Records contained in a dataset:
========================
One :class:`Ingest` owns the per-run state (:class:`RunState`) and, per chain, where reading stands
(:class:`ChainFeed`: a CSV byte offset, or the set of NPZ chunk names taken).  A pass

1. lists the root (or only the changed runs) with ``chainvigil.readers.scan_root``,
2. reads ``run.json`` when it changed, and what is new in each chain (CSV lines by byte offset,
   NPZ chunks by name order),
3. checks each batch against its run (observations n, parameter columns), appends it to the draw
   sink and feeds it to the run's scorer, and queues a commit entry per source, and
4. at the end of the pass (:meth:`Ingest.commit_pending`) flushes the sink and only then writes
   the manifest rows (the commit log): a kill before the commit only means those sources are read
   again on restart.

The draw sink is the zarr ``DrawStore`` in the service and a :class:`MemoryDraws` for the one-shot
``score`` (:func:`read_run_folder`), so a run folder is read into arrays by this one code path.

Read options (``chainvigil.readers.ReadOptions``: log-likelihood name, warm-up, thinning, parameter
choice): the root defaults given to :class:`Ingest`, overridden by the run's ``run.json``.  They are
fixed when a run's first draws are stored (recorded in the history's ``runs.read_options``); a later
change of ``run.json`` is an ``options_changed`` event and the run keeps the options it started with.
Warm-up draws are stored (the store keeps every row read) but never fed to the scorer; each chain's
warm-up count is kept in :attr:`ChainFeed.warmup` and committed with the chain.

Recovery (:meth:`Ingest.recover`, :meth:`Ingest.restore_run`): every chain in the store is cut back
to its committed length, the readers resume from the committed offsets and chunk names, reader
positions and last draw numbers (with the run's recorded read options), and the scorer is rebuilt
from the run's checkpoint plus the store's post-warm-up draws after it (``resume_scorer``).  When
draws that no usable checkpoint holds were dropped (``watch --keep-draws``, ``prune``), the run is
set aside with a ``scores_lost`` event instead: its draws and commit log stay.  The same restore is used when a run is set aside after a
failure, so a half-read piece is never counted.

Identity of inputs (``chainvigil.identity``): each commit records what the file was (a CSV's inode
and digests of its first and last read bytes; an NPZ chunk's stamp and zip-directory digest).  A
file found to be another one (rewritten, replaced, shrunk, shrunk and regrown; a chunk whose content
changed after it was taken, or a name reused by a restarted sampler) is never read on from the old
position: the draws taken so far stay in their chain, an event names the file and the change, and
the file's content is read from its start as a new segment of the chain, a chain of its own named
``<chain>~2`` (``~3``, ...).  Two sampler runs' draws are never mixed in one chain, and no draw is
counted twice: an unchanged chunk taken into an earlier segment is not taken again.

NPZ chunks are taken in name order, each only after it was read whole: a chunk that fails to read
(written in place and not complete yet, damaged, unreadable for a while) is not taken; the chain
waits at it (later chunks are held back, so draw order is kept) and it is read again once its file
changes (or the chain goes on when it is removed).

Per-run error boundary: an unexpected exception while ingesting one run becomes an ``error`` event
naming the run and the file being read; the run is set aside (state ``set_aside`` with the reason)
and tried again when its folder changes; every other run goes on.
"""
from __future__ import annotations

import dataclasses
import os
import sqlite3
import time
from collections import deque
from dataclasses import asdict, dataclass, field
from pathlib import Path
from typing import Callable

import numpy as np

from chainvigil.events import EventLog
from chainvigil.identity import chunk_identity, chunk_stamp, csv_change, csv_identity, stamp_of
from chainvigil.problems import InputProblem
from chainvigil.readers import (FULL_LISTING_BATCH, CsvChainReader, ReadOptions, load_npz_chunk,
                                next_chunks, pending_chunks, read_options, read_run_info, scan_root)
from chainvigil.refits import read_refit_info
from chainvigil.rules import RUN_INFO_FILE, run_of_path, run_state

__all__ = ["ChainFeed", "RunState", "Ingest", "MemoryDraws", "read_run_folder", "folder_stamp"]

# Draws per block when rebuilding a scorer from the store.
REBUILD_BLOCK = 1024


@dataclass
class ChainFeed:
    """Where reading stands in one chain's input.

    ``name`` is the chain in the store; ``origin`` the chain name of the input file(s).  They differ
    for a later segment (``<origin>~2``, ...) started when the input was rewritten; an earlier
    segment is ``sealed`` (never read again)."""

    name: str
    kind: str | None  # "csv" or "npz"
    path: Path
    reader: CsvChainReader | None = None
    taken: set = field(default_factory=set)
    param_names: list | None = None
    # Where the chain stands for warm-up, thinning and the draw order (NPZ; a CSV reader keeps its own).
    position: int = 0
    last_draw: int | None = None
    warmup: int = 0  # warm-up draws stored at the start of the chain (left out of scores)
    origin: str = ""
    sealed: bool = False
    identity: dict | None = None  # CSV: the committed identity (``chainvigil.identity.csv_identity``)
    # NPZ, shared by the segments of one origin: chunk name -> (segment, identity) of the content taken.
    known: dict = field(default_factory=dict)
    waiting: dict = field(default_factory=dict)  # NPZ: chunk -> stamp at which it failed to read
    # A new segment compares its first draws with the sealed segment's: (that chain, draws matched).
    same_as: tuple | None = None
    # NPZ: the last chunk taken (name order), the passes since the folder was last listed in full,
    # and the folder's (inode, mtime) then (``Ingest._ingest_npz``: full listings on a schedule).
    last_chunk: str | None = None
    passes_since_listing: int = 0
    listing_stamp: tuple | None = None

    def __post_init__(self):
        self.origin = self.origin or self.name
========================
=== Work order ===
Of all the lines in the records, how many have the word "thinning"? Write only the number.

=== Finished task ===
2